BMW Motorsport leaves the Lausitzring (DE) with a further 25 hard-fought points to its name. BMW and BMW Team RMG were able to retain their leads in the Manufacturers' Championship and Team competition. Marco Wittmann (DE) is second in the Drivers' Championship after finishing fourth and sixth at the 3.478-kilometre circuit. In total, four BMW drivers scored points at the EuroSpeedway, in the form of Wittmann, Maxime Martin (BE), Bruno Spengler (CA) and Timo Glock (DE).

*Jens Marquardt (BMW Motorsport Director):* "I think we put on a fantastic show for the fans with this Motorsport Festival. There was a lot going on out on the track, and we had very good crowds in the stands. There was a real festival atmosphere. This joint event with the DTM, ADAC GT Masters and SUPERBIKE*IDM was a great success. Thank you to everyone who made it possible. The Sunday race was hard work for us again.
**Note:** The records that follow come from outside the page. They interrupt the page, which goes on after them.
/**
 * zod schema of a map table, for API bodies and fromJson. Structural only (finite numbers,
 * 2–64 breakpoints per axis, strictly increasing axes, values shape); the vehicle rules live
 * in validate, because a map that breaks them must still be storable to be fixed.
 */
import { z } from 'zod'
import { MAP_KINDS, MAX_BREAKPOINTS, MIN_BREAKPOINTS, type MapTable } from './table'

// zod 4 numbers already refuse NaN and ±Infinity; the message says what a reader needs.
const finite = z.number({ error: 'must be a finite number' })

const axis = (name: string) =>
  z
    .array(finite)
    .min(MIN_BREAKPOINTS, `the ${name} axis needs at least ${MIN_BREAKPOINTS} breakpoints`)
    .max(MAX_BREAKPOINTS, `the ${name} axis allows at most ${MAX_BREAKPOINTS} breakpoints`)

function increasing(values: number[], key: 'rowAxis' | 'colAxis', name: string, ctx: z.RefinementCtx): void {
  for (let i = 1; i < values.length; i++)
    if (!(values[i] > values[i - 1]))
      ctx.addIssue({ code: 'custom', path: [key, i], message: `${name} breakpoint ${values[i]} is not greater than the previous one (${values[i - 1]})` })
}

/**
 * @example mapTableSchema.safeParse(JSON.parse(body)) // { success: true, data: MapTable } or issues with paths
 */
export const mapTableSchema = z
  .object({
    kind: z.enum(MAP_KINDS, { error: "kind must be 'drive' or 'regen'" }),
    rowAxis: axis('pedal'),
    colAxis: axis('speed'),
    values: z.array(z.array(finite)).max(MAX_BREAKPOINTS),
  })
  .superRefine((t, ctx) => {
    increasing(t.rowAxis, 'rowAxis', 'pedal', ctx)
    increasing(t.colAxis, 'colAxis', 'speed', ctx)
    if (t.values.length !== t.rowAxis.length)
      ctx.addIssue({ code: 'custom', path: ['values'], message: `there are ${t.values.length} value rows for ${t.rowAxis.length} pedal breakpoints` })
    t.values.forEach((row, r) => {
      if (row.length !== t.colAxis.length)
        ctx.addIssue({ code: 'custom', path: ['values', r], message: `value row ${r + 1} has ${row.length} values for ${t.colAxis.length} speed breakpoints` })
    })
  }) satisfies z.ZodType<MapTable>

export type MapTableInput = z.input<typeof mapTableSchema>
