import Papa from 'papaparse'
import { z } from 'zod'
import { withRole } from '@/app/_lib/http/access'
import { listAudit } from '@/db/queries/audit'
import { dateFilter, idFilter, limitParam, parseQuery } from '@/app/_schemas/query'

/** Cells starting like this are formulas to a spreadsheet (=, +, -, @, tab, carriage return). */
const CSV_FORMULA_START = /^[=+\-@\t\r]/

const filterSchema = z.strictObject({
  entityType: z.string().max(40, 'entityType must be at most 40 characters').optional(),
  action: z.string().max(60, 'action must be at most 60 characters').optional(),
  actorId: idFilter('actorId').optional(),
  since: dateFilter('since').optional(),
  until: dateFilter('until').optional(),
  format: z.enum(['json', 'csv'], { error: 'format must be json or csv' }).default('json'),
  limit: limitParam(10_000, 500),
})

// GET /api/audit?entityType=&action=&actorId=&since=&until=&format=csv — the audit trail (admin, lead engineer)
export const GET = withRole(['admin', 'lead_engineer'], async (req) => {
  const q = parseQuery(req, filterSchema)
  const rows = await listAudit(q)
  if (q.format === 'json') return Response.json({ entries: rows })
  const csv = Papa.unparse(
    rows.map((r) => ({ at: r.at.toISOString(), actor: r.actorName ?? '', action: r.action, entity: r.entityType, entityId: r.entityId ?? '', ip: r.ip ?? '', details: JSON.stringify(r.details) })),
    // A cell a spreadsheet would run as a formula gets a leading ' (papaparse's own pattern stops at a newline).
    { escapeFormulae: CSV_FORMULA_START },
  )
  return new Response(csv, { headers: { 'content-type': 'text/csv; charset=utf-8', 'content-disposition': 'attachment; filename="mapwright-audit.csv"' } })
})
Marco Wittmann achieved a very good result with his sixth place. The points scored by Bruno Spengler and Timo Glock were also important. We knew we would struggle on this track, but still came away with some points. We will now turn our attention to the next race at the Norisring."
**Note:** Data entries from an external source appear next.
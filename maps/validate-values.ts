/**
 * Rules on the values alone, needing no vehicle: pedal monotonicity and regen sign.
 * Non-finite cells are skipped (they already carry a 'not-finite' finding).
 */
import type { Finding } from './findings'
import { cellLabel, humanNumber } from './number-format'
import type { MapTable } from './table'

/**
 * A drive map that falls as the pedal rises makes the truck slow down when the driver asks for
 * more — an error. In a regen map a fall with more brake pedal is odd but may be deliberate
 * hand-over to the friction brakes, so it is only a warning.
 * @example checkValues(table).filter((f) => f.rule === 'pedal-monotonic')
 */
export function checkValues(table: MapTable): Finding[] {
  const out: Finding[] = []
  const { kind, rowAxis, colAxis, values } = table
  const at = (r: number, c: number) => cellLabel(kind, rowAxis[r], colAxis[c])
  const pedalWord = kind === 'regen' ? 'brake pedal' : 'pedal'
  for (let c = 0; c < colAxis.length; c++) {
    for (let r = 1; r < rowAxis.length; r++) {
      const below = values[r - 1][c]
      const here = values[r][c]
      if (!Number.isFinite(below) || !Number.isFinite(here) || here >= below) continue
      out.push({
        severity: kind === 'drive' ? 'error' : 'warning',
        rule: 'pedal-monotonic',
        row: r,
        col: c,
        message: `${at(r, c)}: ${humanNumber(here)} N·m is less than ${humanNumber(below)} N·m at ${humanNumber(rowAxis[r - 1])} % ${pedalWord}` +
          (kind === 'drive' ? ' — a drive map must not fall as the pedal rises' : ' — regen falls as the brake pedal rises'),
      })
    }
  }
  if (kind === 'regen')
    values.forEach((row, r) =>
      row.forEach((v, c) => {
        if (Number.isFinite(v) && v < 0)
          out.push({ severity: 'error', rule: 'regen-negative', row: r, col: c, message: `${at(r, c)}: regen braking torque ${humanNumber(v)} N·m is negative; regen values must be ≥ 0` })
      }),
    )
  return out
}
*Stefan Reinhold (Team Principal, BMW Team RMG):* "We put on a really good show this weekend - and the drivers did a fantastic job. I would like to say a special thank you to our engineers. They prepared meticulously for this weekend, and their hard work paid off. It was a big success for us. As expected, the circuit was a big challenge, but we got something out of the weekend."

*Ernest Knoors (Team Principal, BMW Team MTEK):* "Firstly, I am just pleased that the incident involving Augusto did not have any serious consequences. That was really very dangerous. It was a disappointing weekend for us. We had problems setting a good pace in qualifying. However, everything actually fell into place in the race itself. The pit stop was superb and the strategy was good. We just need to start from further up the grid. That is what we will be aiming for at the Norisring."

*Bart Mampaey (Team Principal, BMW Team RBM):* "We always knew that this would be a difficult weekend. We tried everything. We failed to score any points with Tom this weekend, and only succeeded with Maxime on Saturday. That is disappointing, but we certainly learned a lot. That will help us next time."

*Charly Lamm (Team Principal, BMW Team Schnitzer):* "That was not our weekend. We will have to look into exactly why that was the case. We were lacking performance, and we need to find out why quickly. If everything does not fall into place perfectly in the DTM, then you find yourself fighting towards the back of the field."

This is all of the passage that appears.